[[ Data listing open ]]

//! Station lists: forms, repeats, moves, aliases, doubts. All stations are invented.
#![allow(clippy::unwrap_used, clippy::panic, reason = "tests may panic")]

use std::fmt::Write as _;
use std::fs;
use std::io::Write as _;
use std::path::PathBuf;
use std::process::Command;

use gyremesh::error::Error;
use gyremesh::input::TextFormat;
use gyremesh::station::{
    Catalogue, Network, Period, PositionSlip, Station, StationColumns, StationList, doubts,
    read_catalogue,
};
use gyremesh::time::Time;
use gyremesh::units::SpeedUnit;
use gyremesh::warning::Warning;
use proptest::prelude::*;
use tempfile::TempDir;

/// Reads a list; the defects come without the folder of the file.
fn list(bytes: &[u8], catalogue: &Catalogue) -> Result<StationList, Vec<String>> {
    let folder = tempfile::tempdir().unwrap();
    let path = folder.path().join("s.csv");
    fs::write(&path, bytes).unwrap();
    match read_catalogue(&path, catalogue) {
        Ok(list) => Ok(list),
        Err(Error::Invalid(problems)) => Err(problems
            .iter()
            .map(|p| {
                p.to_string()
                    .replace(&format!("{}", path.display()), "s.csv")
            })
            .collect()),
        Err(other) => panic!("{other}"),
    }
}

fn network(text: &str, catalogue: &Catalogue) -> Network {
    let list = list(text.as_bytes(), catalogue).unwrap();
    list.network(Period::default()).unwrap()
}

fn defects(text: &str, catalogue: &Catalogue) -> Vec<String> {
    list(text.as_bytes(), catalogue).unwrap_err()
}

fn with_columns(columns: StationColumns) -> Catalogue {
    Catalogue {
        columns,
        ..Catalogue::default()
    }
}

#[expect(
    clippy::unnecessary_wraps,
    reason = "short for the columns that may be absent"
)]
fn named(text: &str) -> Option<String> {
    Some(text.into())
}

fn moving() -> Catalogue {
    with_columns(StationColumns {
        valid_from: named("from"),
        valid_to: named("to"),
        ..StationColumns::default()
    })
}

fn find<'a>(network: &'a Network, id: &str) -> &'a Station {
    &network.stations()[network.find(id).unwrap()]
}

fn time(text: &str) -> Time {
    Time::parse_rfc3339(text).unwrap()
}

#[test]
fn every_form_of_text_gives_the_same_list() {
    let plain = "id,latitude,longitude\nZürich,47.5,8.5\nB,-47.25,8\n";
    let expected = network(plain, &Catalogue::default());
    let mut gzip = flate2::write::GzEncoder::new(Vec::new(), flate2::Compression::fast());
    gzip.write_all(plain.as_bytes()).unwrap();
    let latin1: Vec<u8> = plain.chars().map(|c| u8::try_from(c).unwrap()).collect();
    let text = |text| Catalogue {
        text,
        ..Catalogue::default()
    };
    let cases: Vec<(Vec<u8>, TextFormat)> = vec![
        (gzip.finish().unwrap(), TextFormat::default()),
        (
            zstd::encode_all(plain.as_bytes(), 1).unwrap(),
            TextFormat::default(),
        ),
        (
            format!("\u{feff}{}\r\n\r\n", plain.replace('\n', "\r\n")).into_bytes(),
            TextFormat::default(),
        ),
        (plain.replace(',', "\t").into_bytes(), TextFormat::default()),
        (
            "id,latitude,longitude\n\"Zürich\", 47.5 ,\"8.5\"\nB,-47.25,8"
                .as_bytes()
                .to_vec(),
            TextFormat::default(),
        ),
        (
            plain.replace(',', ";").replace('.', ",").into_bytes(),
            TextFormat {
                decimal_comma: true,
                ..TextFormat::default()
            },
        ),
        (
            latin1,
            TextFormat {
                latin1: true,
                ..TextFormat::default()
            },
        ),
        (
            format!("made by hand, 2031\n\n{}", plain.replace(',', "#")).into_bytes(),
            TextFormat {
                skip_lines: 2,
                delimiter: Some('#'),
                ..TextFormat::default()
            },
        ),
    ];
    for (bytes, format) in cases {
        let read = list(&bytes, &text(format.clone())).unwrap();
        let read = read.network(Period::default()).unwrap();
        assert_eq!(read, expected, "{format:?}");
    }
}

[[ Data listing closed ]]

> _Your task_: Check every line above for the string "gyremesh" and copy those that have it.

> _Reply to the exercise_:
use gyremesh::error::Error;
use gyremesh::input::TextFormat;
use gyremesh::station::{
use gyremesh::time::Time;
use gyremesh::units::SpeedUnit;
use gyremesh::warning::Warning;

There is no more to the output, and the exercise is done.